Stout explores the well-known flash points of Cather criticism in the last twenty-five years: cross-dressing, lesbianism, misogyny, crude racism, complicity in late imperialism. Her tactics are generally additive, not reductive, expanding cultural contexts rather than taking sides on questions of the "real" Willa Cather. Thus, for example, she refers Cather's youthful mannish rebellion of the late 1880s and early 1890s not only to "emerging lesbianism" but also to "the markings by which the New Woman was then being defined, available to her in the national magazines that [End Page 1037] her family purchased and kept." Such circumspection is unarguably fair-minded, and the extensive contextualizing that produces it provides a useful corrective to more idiosyncratic, selective readings.
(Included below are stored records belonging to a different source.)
#!/usr/bin/env python3
"""Write the hostile-config corpus: one malformed study per file, named by what is wrong.

Run it from anywhere (python3 tests/hostile_configs/make_corpus.py) after adding a case;
it rewrites every *.toml here.

Each file starts with '# expect: TEXT' lines: words the one-line error must contain.
"""
from pathlib import Path

HERE = Path(__file__).resolve().parent

BASE = {
    "head": 'title = "hostile corpus base"\nmechanism = "h2o2.yaml"\n',
    "fuels": '[fuels]\nhydrogen = { H2 = 1.0 }\ndiluted = { H2 = 0.6, N2 = 0.4 }\n',
    "oxidizers": '[oxidizers]\nair = { O2 = 1.0, N2 = 3.76 }\n',
    "sweep": ('[sweep]\nfuel = ["hydrogen"]\noxidizer = ["air"]\nequivalence_ratio = [0.8, 1.0]\n'
              'pressure_bar = [1.0]\nunburned_temperature_K = [300.0]\n'),
}


def config(head=None, fuels=None, oxidizers=None, sweep=None, tail=""):
    parts = [BASE["head"] if head is None else head, BASE["fuels"] if fuels is None else fuels,
             BASE["oxidizers"] if oxidizers is None else oxidizers, BASE["sweep"] if sweep is None else sweep]
    return "\n".join(parts) + tail


def sweep_with(**lines):
    """The base [sweep] with some lines replaced (value None drops the line)."""
    out = []
    keys = ["fuel", "oxidizer", "equivalence_ratio", "pressure_bar", "unburned_temperature_K"]
    base = dict(line.split(" = ", 1) for line in BASE["sweep"].splitlines()[1:])
    for k in keys + [k for k in lines if k not in keys]:
        v = lines.get(k, base.get(k))
        if v is not None:
            out.append(f"{k} = {v}")
    return "[sweep]\n" + "\n".join(out) + "\n"
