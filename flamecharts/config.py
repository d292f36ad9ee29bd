"""Study config (TOML) -> a validated, typed :class:`Study`.

Every error names the offending key, value or species and what is allowed, and is
raised as :class:`~flamecharts.errors.ConfigError` (or MechanismError for the
mechanism). Nothing is written while a config is read.

Config keys (units in the names where the value has one)
--------------------------------------------------------
title                     str, shown on every chart and report
mechanism                 any file Cantera can load; default "gri30.yaml" (ships with Cantera).
                          A relative path is looked up beside the config, then in Cantera's data folders.
                          A list of 2 to MAX_MECHANISMS files solves the whole study under each (the
                          first is the reference the design charts and margins use; every table gets
                          the mechanism column and a comparison chart shows their difference).
transport                 "mixture-averaged" (default), "multicomponent" or "unity-Lewis-number"
thermal_diffusion         bool, Soret effect; default false
resolution                "standard" (default, meets the accuracy in docs/benchmarks.md), "fine", or
                          "coarse" (faster, less accurate; labelled in every output)
max_points                guard against runaway sweeps; default 10000
flame_time_limit_s        give up a flame after this much of its own CPU time [s] (its thread's, so a
                          loaded machine does not fail it; recorded as failed, reason "time limit",
                          solved again by the next run); default 20 times the estimated cost of a
                          flame from scratch, at least 60 s (sweep.schedule.flame_time_limit)
cluster                   "tcp://HOST:PORT" of a running Dask scheduler, or "local:N" (N local Dask
                          worker processes); default: none, local processes (--jobs)
[fuels] / [oxidizers]     name = { SPECIES = amount, ... }, normalised to mole fractions
[sweep]
  fuel, oxidizer          lists of names from [fuels] / [oxidizers]
  blend                   { with = fuel name, fraction = [mole fractions of the fuel stream] }
  equivalence_ratio       list, number, or { from, to, step }
  pressure_bar            list, number, or { from, to, step }
  unburned_temperature_K  list, number, or { from, to, step }
"""
from __future__ import annotations

import difflib
import json
import math
import os
import stat
import tomllib
from collections import Counter
from collections.abc import Callable
from dataclasses import dataclass, field, replace
from pathlib import Path
from typing import Any

from .analyses import parts
from .errors import ConfigError, MechanismError, first_line, show
from .facts import MechanismFacts, ReducedMechanism, file_sha256
from .physics import lumping, mixtures
from .physics.gasprops import ISO6976_2016
from .physics.indicators import DEFAULTS as INDICATOR_DEFAULTS
from .physics.premixer import BLOWOUT_CRITICAL_DAMKOHLER

TRANSPORT_MODELS = ("mixture-averaged", "multicomponent", "unity-Lewis-number")
RESOLUTIONS = ("standard", "fine", "coarse")
#: Mechanisms one study may compare (each solves the whole sweep).
MAX_MECHANISMS = 4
On the other hand, Stout's calmly reasonable analysis can be even-handed to the point of anticlimax, as it is occasionally in her discussion of Cather's inconsistent anti-Semitism, which concludes fatalistically that for Cather "the world was too complex to yield easy answers"--surely an evasive easy answer itself to the artistic and psychological puzzle of Cather's powerful, simple prejudices and loyalties.

On the whole, though, Stout's care and honesty pay off, and The Writer and Her World is a valuably comprehensive work. Stout writes most excitingly when she tracks her own deeply felt interests, as in her intermittent but coherently illuminating analysis of Cather's persistent occlusions and misreadings of Native Americans, weaving through the novels from O Pioneers! to Death Comes for the Archbishop. This thread is itself an important contribution to Cather scholarship, discovering in some unsuspected places a great American cultural anxiety and its repression. And the strength of Stout's reading lies in her personal alliance here with a dissenting voice in Willa Cather, a nearly silenced voice that found intolerable the unjust discourse of nation and race that her other, louder voices nonetheless vigorously deployed.